Marcos Ki Hyung Lee (Work Log)
Notes from Ed
Please build and link to a project page for the STATA analysis!
Also, if/when you make changes to a sql file, please:
- Run them through or make it clear that you haven't with comments
- Let me know by posting it on a project page and linking to in your work log.
Otherwise, we are both going to be making conflicting changes to the same files.
Project Page: VC Startup Matching Stata Work
2018-07-23 until 07-27:
This week was dedicated to refining the Linear Probability Model and the reduced form evidence that I did for Jeremy.
I added extensive notes to the interpretation of the coefficients of each model that was estimated as requested by Jeremy. I adjusted for small technicalities in each model.
Additionally, after a call with Ed, I checked the distribution of market size when using either year-code100 or year-code20 as market definition. See Project Page for more on this.
2018-07-11 until 07-20:
Basically spent this entire week working out the code to build the LPM dataset. Detailed description of code and dataset on project page.
Created a new SQL code to build the LPM dataset. Sent it to Ed Egan to check.
Skype meeting with Ed Egan to discuss new dataset. Need to build a broader dataset for running the LPM model. Started studying the SQL code and thinking about the necessary changes to get the desired dataset.
Investigated the reasons of why the LPM model is not giving the expected results.
Received new suggestions from Fox.
Started rewriting the report following comments from Fox.
Wrote a report with all the results so far by request from Jeremy Fox and sent it to him.
Also added a LPM model to the analysis, by suggestion from Jeremy Fox, although I suspect there is something wrong with the way I built the dataset needed for it. Emailed my worries to Fox.
After meeting with Ed Egan, changed the SQL code when building the history variables from VCs. Instead of subtracting 1 from the sum of all portcos that worked with the VC, now we do not subtract and instead of using weak inequality when LEFT JOINing, we use strict inequality.
Rework data analysis following suggestions from Egan and Fox.
Worked with regressions and made log files with summary statistics and outputs.
Had Skype meetings with Ed Egan and Jeremy Fox.
Picked relevant variables and started thinking of some regression specifications.
Studied the SQL code that creates the variables synsumprevsameindu100 synsumprevsameindu20 synsumprevsameindu synsumprevsamesector synnumprevportcos syntotsameindu100 syntotsameindu20 syntotsameindu syntotsamesector (and also the non synthetic ones).
Found some problems with the nonsynthetic ones, with some double counting when VCS met with more than portco on the same day AND the portcos had the same industry code. The code subtracts 1 from the sum of dummies that indicate same industry code, but in these instances, they should be subctrating more.
Also, the synthetic counterparts have weird values. The historical ones (previous from meeting the portco) are mostly 0 or -1, while all-time have lots of missings. Initially I thought it was an error from the code, but after thinking about this, I think it is a feature of the randomization. To correct the negative numbers, I think we should not subtract 1 from the sum of dummies. We did that to account for the repeated portcos that showed up in the blowout table, but now these repetitions don't happen, since we are joining a table with synthetic matches with real matches.

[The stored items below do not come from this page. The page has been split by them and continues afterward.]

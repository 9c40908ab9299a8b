import request from 'supertest';
import { afterAll, beforeAll, describe, expect, it } from 'vitest';
import { apiErrorSchema } from '@shared/api/errors';
import { clusterPaths, isRunning, startCluster, stopCluster } from '../../scripts/lib/postgres';
import { signedIn, type ApiClient } from '../support/api-client';
import { makeUser, makeWorkshop } from '../support/factories';
import { createTestContext, truncateAll, type TestContext } from '../support/test-app';

// A real stop and start of the project's PostgreSQL cluster under a running app: the process stays up (an
// 'error' on an idle pooled connection with no listener would end it, and this test with it), requests get a
// 503 in our shape while the database is away, and the same session works again once it is back.

let ctx: TestContext;
let owner: ApiClient;
let workshopId: string;

beforeAll(async () => {
  ctx = await createTestContext();
  await truncateAll(ctx.orm);
  const u = await makeUser(ctx.orm);
  workshopId = (await makeWorkshop(ctx.orm, [{ user: u, role: 'owner' }])).id;
  owner = await signedIn(ctx.app, u);
});
afterAll(async () => {
  startCluster();
  await ctx.close();
});

async function until(fn: () => Promise<boolean>, ms: number): Promise<number> {
  const t0 = Date.now();
  while (Date.now() - t0 < ms) {
    if (await fn()) return Date.now() - t0;
    await new Promise((r) => setTimeout(r, 200));
  }
  throw new Error(`not within ${ms} ms`);
}

describe('the database stops and comes back', () => {
  it('503 "database down" meanwhile, recovery on its own afterwards', { timeout: 120_000 }, async () => {
    // Both pools hold idle connections when the server goes away.
    await owner.get(`/api/workshops/${workshopId}/projects`).expect(200);
    await request(ctx.app).get('/api/health').expect(200);

    stopCluster();
    expect(isRunning(clusterPaths())).toBe(false);
    try {
      const health = await request(ctx.app).get('/api/health');
      expect(health.status).toBe(503);
      expect(health.body).toEqual({ ok: false, db: 'down' });

      const read = await owner.get(`/api/workshops/${workshopId}/projects`);
      expect(read.status).toBe(503);
      expect(apiErrorSchema.parse(read.body).error.code).toBe('unavailable');
      expect(read.headers['retry-after']).toBeDefined();
      const write = await owner.post(`/api/workshops/${workshopId}/projects`, { name: 'While down' });
      expect(write.status).toBe(503);
      expect(ctx.loggedErrors).toEqual([]);
    } finally {
      startCluster();
    }

    await until(async () => (await request(ctx.app).get('/api/health')).status === 200, 30_000);
    // The session made before the stop is still valid, and writes work again.
    await owner.post(`/api/workshops/${workshopId}/projects`, { name: 'After' }).expect(201);
    const list = (await owner.get(`/api/workshops/${workshopId}/projects`).expect(200)).body as { name: string }[];
    expect(list.map((p) => p.name)).toEqual(['After']);
  });
});
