// Small process helpers for the set-up scripts: run a command visibly, or capture its output.
import { spawn, spawnSync, type SpawnOptions } from 'node:child_process';
import { appendFileSync, closeSync, mkdirSync, openSync, readFileSync } from 'node:fs';
import { dirname, join, relative } from 'node:path';

export function sh(cmd: string, args: string[], opts: SpawnOptions = {}): void {
  const r = spawnSync(cmd, args, { stdio: 'inherit', ...opts });
  if (r.error) throw r.error;
  if (r.status !== 0) throw new Error(`${cmd} ${args.join(' ')} exited with ${r.status ?? r.signal}`);
}

/** Where the set-up keeps the full output of the tools it runs (.data/logs/NAME.log under the project). */
export function logPath(name: string): string {
  return join(dirname(dirname(import.meta.dirname)), '.data', 'logs', `${name}.log`);
}

/**
 * Runs a set-up tool with its output going to a log file instead of the terminal: the set-up prints its own short
 * lines, and a tool's own advice (initdb's "you can now start the database server…") is not taken for a step to
 * do. On failure the end of the log is shown with where the rest is.
 */
export function logged(name: string, cmd: string, args: string[], opts: SpawnOptions = {}): void {
  const file = logPath(name);
  mkdirSync(dirname(file), { recursive: true });
  appendFileSync(file, `\n$ ${cmd} ${args.join(' ')}    (${new Date().toISOString()})\n`);
  const fd = openSync(file, 'a');
  let r;
  try {
    r = spawnSync(cmd, args, { ...opts, stdio: ['ignore', fd, fd] });
  } finally {
    closeSync(fd);
  }
  if (r.error) throw r.error;
  if (r.status !== 0) {
    const tail = readFileSync(file, 'utf8').trimEnd().split('\n').slice(-25).join('\n');
    console.error(tail);
    throw new Error(`${cmd} ${args.join(' ')} exited with ${r.status ?? r.signal}; the full output is in ${relative(process.cwd(), file) || file}`);
  }
}

export function capture(cmd: string, args: string[], opts: SpawnOptions = {}): { ok: boolean; out: string } {
  const r = spawnSync(cmd, args, { encoding: 'utf8', ...opts, stdio: ['ignore', 'pipe', 'pipe'] });
  return { ok: r.status === 0, out: `${r.stdout ?? ''}${r.stderr ?? ''}`.trim() };
}

/** Runs a command to completion, streaming its output; resolves to its exit code. */
export function runAsync(cmd: string, args: string[], opts: SpawnOptions = {}): Promise<number> {
  return new Promise((resolve, reject) => {
    const child = spawn(cmd, args, { stdio: 'inherit', ...opts });
    child.on('error', reject);
    child.on('exit', (code, signal) => resolve(code ?? (signal ? 1 : 0)));
  });
}

export const isRoot = (): boolean => typeof process.getuid === 'function' && process.getuid() === 0;

/** Installs Debian packages, as root or through password-less sudo; explains what to do otherwise. */
export function aptInstall(packages: string[]): void {
  const prefix = isRoot() ? [] : ['sudo', '-n'];
  if (!isRoot() && !capture('sudo', ['-n', 'true']).ok) {
    throw new Error(`Please install these Debian packages first (needs root): apt-get install ${packages.join(' ')}`);
  }
  const env = { ...process.env, DEBIAN_FRONTEND: 'noninteractive' };
  const [cmd, ...pre] = [...prefix, 'apt-get'];
  console.log(`Installing ${packages.join(', ')} from Debian's packages...`);
  logged('apt-get', cmd!, [...pre, 'update', '-qq'], { env });
  logged('apt-get', cmd!, [...pre, 'install', '-y', '-qq', '--no-install-recommends', ...packages], { env });
}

Plans for today: try to fix dataset.
Found more errors in matched dataset. Synthetic firms variables seem to be wrong, as there are negative numbers and lots of missings.
Also, variables form matched firms like number of people, doctors, etc, and city name, are missing seemingly at random.
Egan walked me through the SQL code that generates de matched dataset. We made a more precise count of coinvestors. Before, we were double counting funds. Now, if a PortCo had only one VC fund investment, numcoinvestor == 0.
Looking into the syntethic variables problem, the main problem is on the variables synsumprevsameindu100 synsumprevsameindu20 synsumprevsameindu synsumprevsamesector synnumprevportcos syntotsameindu100 syntotsameindu20 syntotsameindu syntotsamesector.
They basically count the number of PortCos VCs invested that were in the same industry code as them, before meeting the current matched POrtCo (synsum*) and over all time (syntot*). So they are integers and tot >= sum. However, for the synthetic firm ones, they are mostly -1 on the sum ones, and missing on tot ones.
Looking at the code that generates these synthetic, there seems to be a problem when joining and subtracting one to the sum of dummies where A.code100 = B.code100 for example. Can't figure out how to correct it yet.
Plans for today: get a full understanding of dataset and variables, start making some summary statistics.
Inspected matched dataset and found inconsistencies on invesmentment amounts of VCs in PortCos. Talked to Egan about this, we will check it out carefully on the source SQL code tomorrow.
Made summary statistics of firm variables. There does not seem to be inconsistencies on that.
2018-06-20: Created folder at "E:\McNair\Projects\MatchingEntrepsToVC\Stata\", imported files into Stata, and made master dofile.